Live at Leeds: 40th Anniversary Super Deluxe Collectors Edition

(Geffen/Universal; US: 23 Nov 2010; UK: 15 Nov 2010)

1


Not only is Live at Leeds an essential document of the Who’s vehement live show, it’s also the band’s finest album. Recorded on Valentine’s Day 1970 at Leeds University in England, the original six-song LP showcased the band at their “Maximum R&B” primal best. The recording is at once a vital illustration of how their sound served as the blueprint for 1960s garage rock, and how it also laid the groundwork for punk and heavy metal.
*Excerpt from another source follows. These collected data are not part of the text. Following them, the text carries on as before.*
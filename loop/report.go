package loop

import (
	"fmt"
	"math"
	"sort"
	"strings"
	"sync"

	"gonum.org/v1/gonum/mat"
	"gonum.org/v1/gonum/stat/distuv"
)

// Estimate is a point estimate with its 95 % confidence interval. Within
// one replication the interval comes from batch means over time (Student t
// over the batches); with several replications, from the spread across
// replications (Student t over them). Proportions use the Wilson score
// interval with the effective sample size implied by that spread. When no
// spread is available (one batch, one replication) the interval collapses
// to the value.
type Estimate struct {
	Value  float64 `json:"value"`
	CILow  float64 `json:"ci_low"`
	CIHigh float64 `json:"ci_high"`
}

// Percentiles are the 1st, 5th, 50th, 95th and 99th percentiles, each with
// its confidence interval, from fixed-bin histograms interpolated within the
// bin (exact to one bin: at most 0.034 dB up to 512 users, see
// HistBinsPerOctaveLog2).
type Percentiles struct {
	P1  Estimate `json:"p1"`
	P5  Estimate `json:"p5"`
	P50 Estimate `json:"p50"`
	P95 Estimate `json:"p95"`
	P99 Estimate `json:"p99"`
}

// Figures are the power-control figures of a set of users over the
// measured slots (warm-up excluded). The SIR error is the true SIR minus the
// user's current target, in dB.
type Figures struct {
	SIRErrorMeanDB        Estimate    `json:"sir_error_mean_db"`        // mean SIR error, dB
	SIRErrorStdDB         Estimate    `json:"sir_error_std_db"`         // standard deviation of the SIR error, dB
	SIRErrorPercentilesDB Percentiles `json:"sir_error_percentiles_db"` // SIR error percentiles, dB
	OutageProbability     Estimate    `json:"outage_probability"`       // fraction of slots with SIR < target − outage margin
	AchievedBLER          Estimate    `json:"achieved_bler"`            // block errors / blocks (blocks drawn from the link curve)
	BLERTargetError       Estimate    `json:"bler_target_error"`        // achieved BLER − bler_target
	TxPowerMeanDBm        Estimate    `json:"tx_power_mean_dbm"`        // 10·log10 of the mean linear transmit power, dBm
	TxPowerPercentilesDBm Percentiles `json:"tx_power_percentiles_dbm"` // transmit power percentiles, dBm
	MaxPowerFraction      Estimate    `json:"max_power_fraction"`       // fraction of slots at max_power_dbm
	NoiseRiseMeanDB       Estimate    `json:"noise_rise_mean_db"`       // receiver noise rise (1+f)·ΣR + N over N, mean of dB (the receiver's, same for every set)
	NoiseRiseP95DB        Estimate    `json:"noise_rise_p95_db"`        // 95th percentile of the noise rise, dB
	ConvergenceTimeS      Estimate    `json:"convergence_time_s"`       // time from start until the 10 ms mean SIR error is first within ±1 dB (mean over users), s
	Users                 int         `json:"users"`                    // users in the set
	UserSlots             int64       `json:"user_slots"`               // user-slots measured (active, warm-up excluded), all replications
}

// UserFigures are one user's figures and placement.
type UserFigures struct {
	User       int     `json:"user"`
	Group      int     `json:"group"`
	DistanceM  float64 `json:"distance_m"`
	SpeedKmh   float64 `json:"speed_kmh"`
	DopplerHz  float64 `json:"doppler_hz"`
	PathLossDB float64 `json:"path_loss_db"`
	Figures    Figures `json:"figures"`
}

// DistanceBinFigures are the figures of the users in one distance bin
// (equal-width bins over the users' distance range; bin 0 nearest).
type DistanceBinFigures struct {
	Bin          int     `json:"bin"`
	MinDistanceM float64 `json:"min_distance_m"`
	MaxDistanceM float64 `json:"max_distance_m"`
	Figures      Figures `json:"figures"`
}

// Feasibility says whether every user can reach its target. The load is
// infeasible when the pole bound is reached — (1+f)·Σ_i a_i·γ_i/(G_p+γ_i)
// >= 1, with a_i the activity and γ_i the (initial or final) target: no
// powers at all give every user its target (the single-receiver form of
// ρ(F) >= 1, Foschini & Miljanic 1993) — or when users stay pinned at
// maximum power below target (at max power and in outage in at least half
// of the measured slots), or when the ideal mode's joint solution does not
// exist in more than 1 % of slots.
type Feasibility struct {
	Infeasible     bool    `json:"infeasible"`
	Reason         string  `json:"reason"`
	SpectralRadius float64 `json:"spectral_radius"` // ρ(F) of the link-gain matrix, when computed (static matrix runs)
	Users          []int   `json:"users"`           // users that cannot reach the target, when known
	LoadFactor     float64 `json:"load_factor"`     // (1+f)·Σ a_i·γ_i/(G_p+γ_i), the larger of initial and final targets
}

// UserTrace is one user's decimated trace (replication 0; inactive slots
// omitted).
type UserTrace struct {
	User          int       `json:"user"`
	Slots         []int64   `json:"slots"`
	SIRDB         []float32 `json:"sir_db"`          // true SIR, dB
	TargetDB      []float32 `json:"target_db"`       // SIR target, dB
	TxPowerDBm    []float32 `json:"tx_power_dbm"`    // transmit power, dBm
	ChannelGainDB []float32 `json:"channel_gain_db"` // channel power gain (path loss, shadowing, fading), dB
}

// Report is the result of Run: figures over all users, per user and per
// distance bin, each with a 95 % confidence interval; feasibility; traces;
// and what reproduces it exactly (the normalised scenario, the seed, the
// engine version). Everything but WallTimeS and UserSlotsPerS is a
// deterministic function of (scenario, seed, EngineVersion).
type Report struct {
	Aggregate          Figures              `json:"aggregate"`
	Users              []UserFigures        `json:"users"`
	DistanceBins       []DistanceBinFigures `json:"distance_bins"`
	Feasibility        Feasibility          `json:"feasibility"`
	NormalisedScenario Scenario             `json:"normalised_scenario"`
	Seed               uint64               `json:"seed"`
	EngineVersion      string               `json:"engine_version"`
	Replications       int                  `json:"replications"`
	Slots              int64                `json:"slots"`                // measured slots per replication (warm-up excluded)
	SimulatedUserSlots int64                `json:"simulated_user_slots"` // warm-up included, all replications
	WallTimeS          float64              `json:"wall_time_s"`
	UserSlotsPerS      float64              `json:"user_slots_per_s"`
	Traces             []UserTrace          `json:"traces"`
	Notes              []string             `json:"notes"`         // caveats of this run (e.g. values beyond the histogram range)
	GroupFingers       []GroupFingers       `json:"group_fingers"` // per group: taps, paths resolvable at the chip rate, fingers combined
	Layout             *LayoutReport        `json:"layout"`        // multi-cell figures (layout.sites set), else nil
}

// tQuantile is the two-sided 95 % Student t quantile with dof degrees of
// freedom (gonum distuv).
func tQuantile(dof int) float64 {
	if dof <= 0 {
		return 0
	}
	tqMu.Lock()
	defer tqMu.Unlock()
	if q, ok := tqCache[dof]; ok {
		return q
	}
	q := distuv.StudentsT{Mu: 0, Sigma: 1, Nu: float64(dof)}.Quantile(0.975)
	if len(tqCache) < 4096 {
		tqCache[dof] = q
	}
	return q
}

var (
	tqMu    sync.Mutex
	tqCache = map[int]float64{}
)

const z95 = 1.959963984540054

// wilson is the Wilson score interval of a proportion p with n samples.
func wilson(p, n float64) (lo, hi float64) {
	if !(n > 0) {
		return p, p
	}
	z2 := z95 * z95
	den := 1 + z2/n
	c := (p + z2/(2*n)) / den
	h := z95 * math.Sqrt(p*(1-p)/n+z2/(4*n*n)) / den
	return math.Max(0, c-h), math.Min(1, c+h)
}

// combined is one statistic over replications: value, standard error and
// its degrees of freedom.
type combined struct {
	v, se float64
	dof   int
	ok    bool
}

func combine(vals []float64, ses []float64, dofs []int) combined {
	R := len(vals)
	if R == 0 {
		return combined{}
	}
	if R == 1 {
		return combined{v: vals[0], se: ses[0], dof: dofs[0], ok: true}
	}
	m := 0.0
	for _, x := range vals {
		m += x
	}
	m /= float64(R)
	v := 0.0
	for _, x := range vals {
		v += (x - m) * (x - m)
	}
	v /= float64(R - 1)
	return combined{v: m, se: math.Sqrt(v / float64(R)), dof: R - 1, ok: true}
}

func (c combined) estimate() Estimate {
	h := tQuantile(c.dof) * c.se
	if c.dof == 0 || !(h >= 0) {
		h = 0
	}
	return Estimate{Value: c.v, CILow: c.v - h, CIHigh: c.v + h}
}

// proportion is the Wilson interval with n_eff = p(1−p)/se², capped at the
// sample count.
func (c combined) proportion(samples float64) Estimate {
	nEff := samples
	if c.se > 0 && c.v > 0 && c.v < 1 {
		nEff = math.Min(samples, c.v*(1-c.v)/(c.se*c.se))
	}
	lo, hi := wilson(c.v, nEff)
	return Estimate{Value: c.v, CILow: lo, CIHigh: hi}
}

// figures combines set i of every replication.
func (sh *shared) figures(results []*repResult, i int) Figures {
	R := len(results)
	vals, ses := make([]float64, 0, R), make([]float64, 0, R)
	dofs := make([]int, 0, R)
	stat := func(st int) combined {
		vals, ses, dofs = vals[:0], ses[:0], dofs[:0]
		for _, r := range results {
			s := &r.sets[i]
			if s.ok[st] {
				vals = append(vals, s.val[st])
				ses = append(ses, s.se[st])
				dofs = append(dofs, s.dof[st])
			}
		}
		return combine(vals, ses, dofs)
	}
	var f Figures
	var slots, blocks int64
	for _, r := range results {
		slots += r.sets[i].slots
		blocks += r.sets[i].blocks
	}
	f.Users = results[0].sets[i].users
	f.UserSlots = slots
	f.SIRErrorMeanDB = stat(stSIRMean).estimate()
	f.SIRErrorStdDB = stat(stSIRStd).estimate()
	f.SIRErrorPercentilesDB = percentiles(stat, stSIRQ)
	f.TxPowerPercentilesDBm = percentiles(stat, stPowQ)
	f.OutageProbability = stat(stOutage).proportion(float64(slots))
	b := stat(stBLER)
	f.AchievedBLER = b.proportion(float64(blocks))
	tau := sh.sc.OuterLoop.BLERTarget
	f.BLERTargetError = Estimate{f.AchievedBLER.Value - tau, f.AchievedBLER.CILow - tau, f.AchievedBLER.CIHigh - tau}
	f.TxPowerMeanDBm = stat(stPowMean).estimate()
	f.MaxPowerFraction = stat(stMaxFrac).proportion(float64(slots))
	// Noise rise: the receiver's.
	var nm, np, nmSE, npSE []float64
	var nd []int
	for _, r := range results {
		nm, np = append(nm, r.nrMean), append(np, r.nrP95)
		nmSE, npSE = append(nmSE, r.nrSE[0]), append(npSE, r.nrSE[1])
		nd = append(nd, r.nrDof)
	}
	f.NoiseRiseMeanDB = combine(nm, nmSE, nd).estimate()
	f.NoiseRiseP95DB = combine(np, npSE, nd).estimate()
	// Convergence: across replications for a user, across users for a set.
	var cv []float64
	if i < sh.n {
		for _, r := range results {
			cv = append(cv, r.conv[i])
		}
	} else {
		for u := 0; u < sh.n; u++ {
			if i == len(results[0].sets)-1 || sh.users[u].bin == i-sh.n {
				m := 0.0
				for _, r := range results {
					m += r.conv[u]
				}
				cv = append(cv, m/float64(R))
			}
		}
	}
	if len(cv) > 0 {
		zero := make([]float64, len(cv))
		dz := make([]int, len(cv))
		if len(cv) == 1 {
			f.ConvergenceTimeS = combine(cv, zero[:1], dz[:1]).estimate()
		} else {
			f.ConvergenceTimeS = combine(cv, zero, dz).estimate()
		}
	}
	return f
}

func percentiles(stat func(int) combined, base int) Percentiles {
	return Percentiles{
		P1: stat(base).estimate(), P5: stat(base + 1).estimate(), P50: stat(base + 2).estimate(),
		P95: stat(base + 3).estimate(), P99: stat(base + 4).estimate(),
	}
}

// report assembles the Report from the replications, in replication order.
func (sh *shared) report(results []*repResult) *Report {
	sc := sh.sc
	n := sh.n
	rep := &Report{
		NormalisedScenario: sc,
		Seed:               sc.Run.Seed,
		EngineVersion:      EngineVersion,
		Replications:       len(results),
		Slots:              sh.total - sh.warm,
		SimulatedUserSlots: int64(n) * sh.total * int64(len(results)),
		Users:              []UserFigures{},
		DistanceBins:       []DistanceBinFigures{},
		Traces:             []UserTrace{},
		Notes:              []string{},
		GroupFingers:       groupFingers(sc),
	}
	for u := 0; u < n; u++ {
		ui := sh.users[u]
		rep.Users = append(rep.Users, UserFigures{User: u, Group: ui.group, DistanceM: ui.distanceM, SpeedKmh: ui.speedKmh,
			DopplerHz: ui.dopplerHz, PathLossDB: ui.pathLossDB, Figures: sh.figures(results, u)})
	}
	for b := 0; b < sh.nbins; b++ {
		rep.DistanceBins = append(rep.DistanceBins, DistanceBinFigures{Bin: b, MinDistanceM: sh.binEdges[b],
			MaxDistanceM: sh.binEdges[b+1], Figures: sh.figures(results, n+b)})
	}
	rep.Aggregate = sh.figures(results, n+sh.nbins)
	if results[0].traces != nil {
		rep.Traces = results[0].traces
		if results[0].traceCut {
			rep.Notes = append(rep.Notes, fmt.Sprintf("traces cut at %d samples per user (raise the decimation)", MaxTracePoints))
		}
	}
	rep.Feasibility = sh.feasibility(results, rep)
	var uo int64
	for _, r := range results {
		uo += r.underOver
	}
	if uo > 0 {
		rep.Notes = append(rep.Notes, fmt.Sprintf("%d user-slots had an SIR error beyond ±48 dB; percentiles there are clamped to the range", uo))
	}
	notConv := 0
	for u := 0; u < n; u++ {
		for _, r := range results {
			if !r.converged[u] {
				notConv++
				break
			}
		}
	}
	if notConv > 0 {
		rep.Notes = append(rep.Notes, fmt.Sprintf("%d users never converged (SIR error within ±%g dB over %g s); their convergence time is the run length", notConv, ConvergenceToleranceDB, ConvergenceWindowS))
	}
	return rep
}

// loadFactor is (1+f)·Σ_i a_i·γ_i/(G_p+γ_i) for targets in dB.
func (sh *shared) loadFactor(targetDB func(u int) float64) float64 {
	s := 0.0
	for u := 0; u < sh.n; u++ {
		g := dbToLin(targetDB(u))
		a := sh.sc.Groups[sh.users[u].group].ActivityFactor
		s += a * g / (sh.gp + g)
	}
	return sh.f1 * s
}

func (sh *shared) feasibility(results []*repResult, rep *Report) Feasibility {
	var fz Feasibility
	var reasons []string
	mode := sh.sc.InnerLoop.Mode
	if sh.hk != nil && sh.hk.matrix != nil {
		fz.SpectralRadius = spectralRadius(sh.hk.matrix, dbToLin(sh.sc.OuterLoop.InitialTargetDB))
		if fz.SpectralRadius >= 1 {
			reasons = append(reasons, fmt.Sprintf("spectral radius of the normalised link-gain matrix at the target is %.4g >= 1: no powers reach the target (Foschini & Miljanic 1993)", fz.SpectralRadius))
		}
	} else {
		l0 := sh.loadFactor(func(int) float64 { return sh.sc.OuterLoop.InitialTargetDB })
		l1 := sh.loadFactor(func(u int) float64 { return results[0].targetDB[u] })
		fz.LoadFactor = math.Max(l0, l1)
		if fz.LoadFactor >= 1 {
			reasons = append(reasons, fmt.Sprintf("pole capacity exceeded: load factor (1+f)·Σ a·γ/(G_p+γ) = %.4g >= 1, no powers give every user its target", fz.LoadFactor))
		}
	}
	if mode == InnerModeClosedLoop || mode == InnerModeIdeal {
		for _, u := range rep.Users {
			if u.Figures.MaxPowerFraction.Value >= 0.5 && u.Figures.OutageProbability.Value >= 0.5 {
				fz.Users = append(fz.Users, u.User)
			}
		}
		if len(fz.Users) > 0 {
			reasons = append(reasons, fmt.Sprintf("%d users are pinned at max_power_dbm below target (at maximum power and in outage in >= 50 %% of slots)", len(fz.Users)))
		}
	}
	if mode == InnerModeIdeal {
		var bad int64
		for _, r := range results {
			bad += r.idealBad
		}
		if fr := float64(bad) / float64(sh.total*int64(len(results))); fr > 0.01 {
			reasons = append(reasons, fmt.Sprintf("the ideal joint power solution does not exist in %.3g %% of slots", 100*fr))
		}
	}
	sort.Ints(fz.Users)
	if fz.Users == nil {
		fz.Users = []int{}
	}
	fz.Infeasible = len(reasons) > 0
	fz.Reason = strings.Join(reasons, "; ")
	return fz
}

// spectralRadius is ρ(F) with F_ij = γ·G_ij/G_ii for j ≠ i, 0 on the
// diagonal (gonum mat eigenvalues).
func spectralRadius(G [][]float64, gamma float64) float64 {
	n := len(G)
	F := mat.NewDense(n, n, nil)
	for i := 0; i < n; i++ {
		for j := 0; j < n; j++ {
			if i != j {
				F.Set(i, j, gamma*G[i][j]/G[i][i])
			}
		}
	}
	var e mat.Eigen
	if !e.Factorize(F, mat.EigenNone) {
		return math.NaN()
	}
	r := 0.0
	for _, v := range e.Values(nil) {
		r = math.Max(r, math.Hypot(real(v), imag(v)))
	}
	return r
}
From the opening salvo “Young Man Blues” to the one-two punch that is the encore—a sprawling 16-minute “My Generation” and the amphetamine-fueled ride of “Magic Bus”—Nik Cohen wasn’t treading on hyperbole in The New York Times when he called it the “best live rock album ever made.”  To commemorate the 40th anniversary of the live opus, Geffen/Universal has released a Leeds cornucopia: the previously available show in its entirety on two CDs, a vinyl reproduction of the original six-track album, a seven-inch single of “Summertime Blues/Heaven & Hell”, and the Who’s subsequent show at Hull. Yes, Live at Leeds has been reissued a number of times, with more and more in-between song banter tacked on, and the latest release still places the setlist out of order (i.e., the Tommy set takes up the entire second CD, when in reality “Summertime Blues”, “Shakin’ All Over”, “My Generation”, and “Magic Bus” were played after the rock opera). But the shining nugget of the reissue is the Hull performance. Previously unreleased, the show was played the night after Leeds—and was the set the band originally intended to release as a live album—but technical issues, including the absence of John Entwistle’s bass lines on the reel recording, forced them to put out the Leeds show instead (his bass parts were pulled from Leeds to complete Hull’s first four tracks). And while Live at Leeds is the more extraordinary set of the two, Live at Hull is nearly as mesmerizing. Taken together, the recordings are some of the boldest statements ever made on the transformative power of rock music.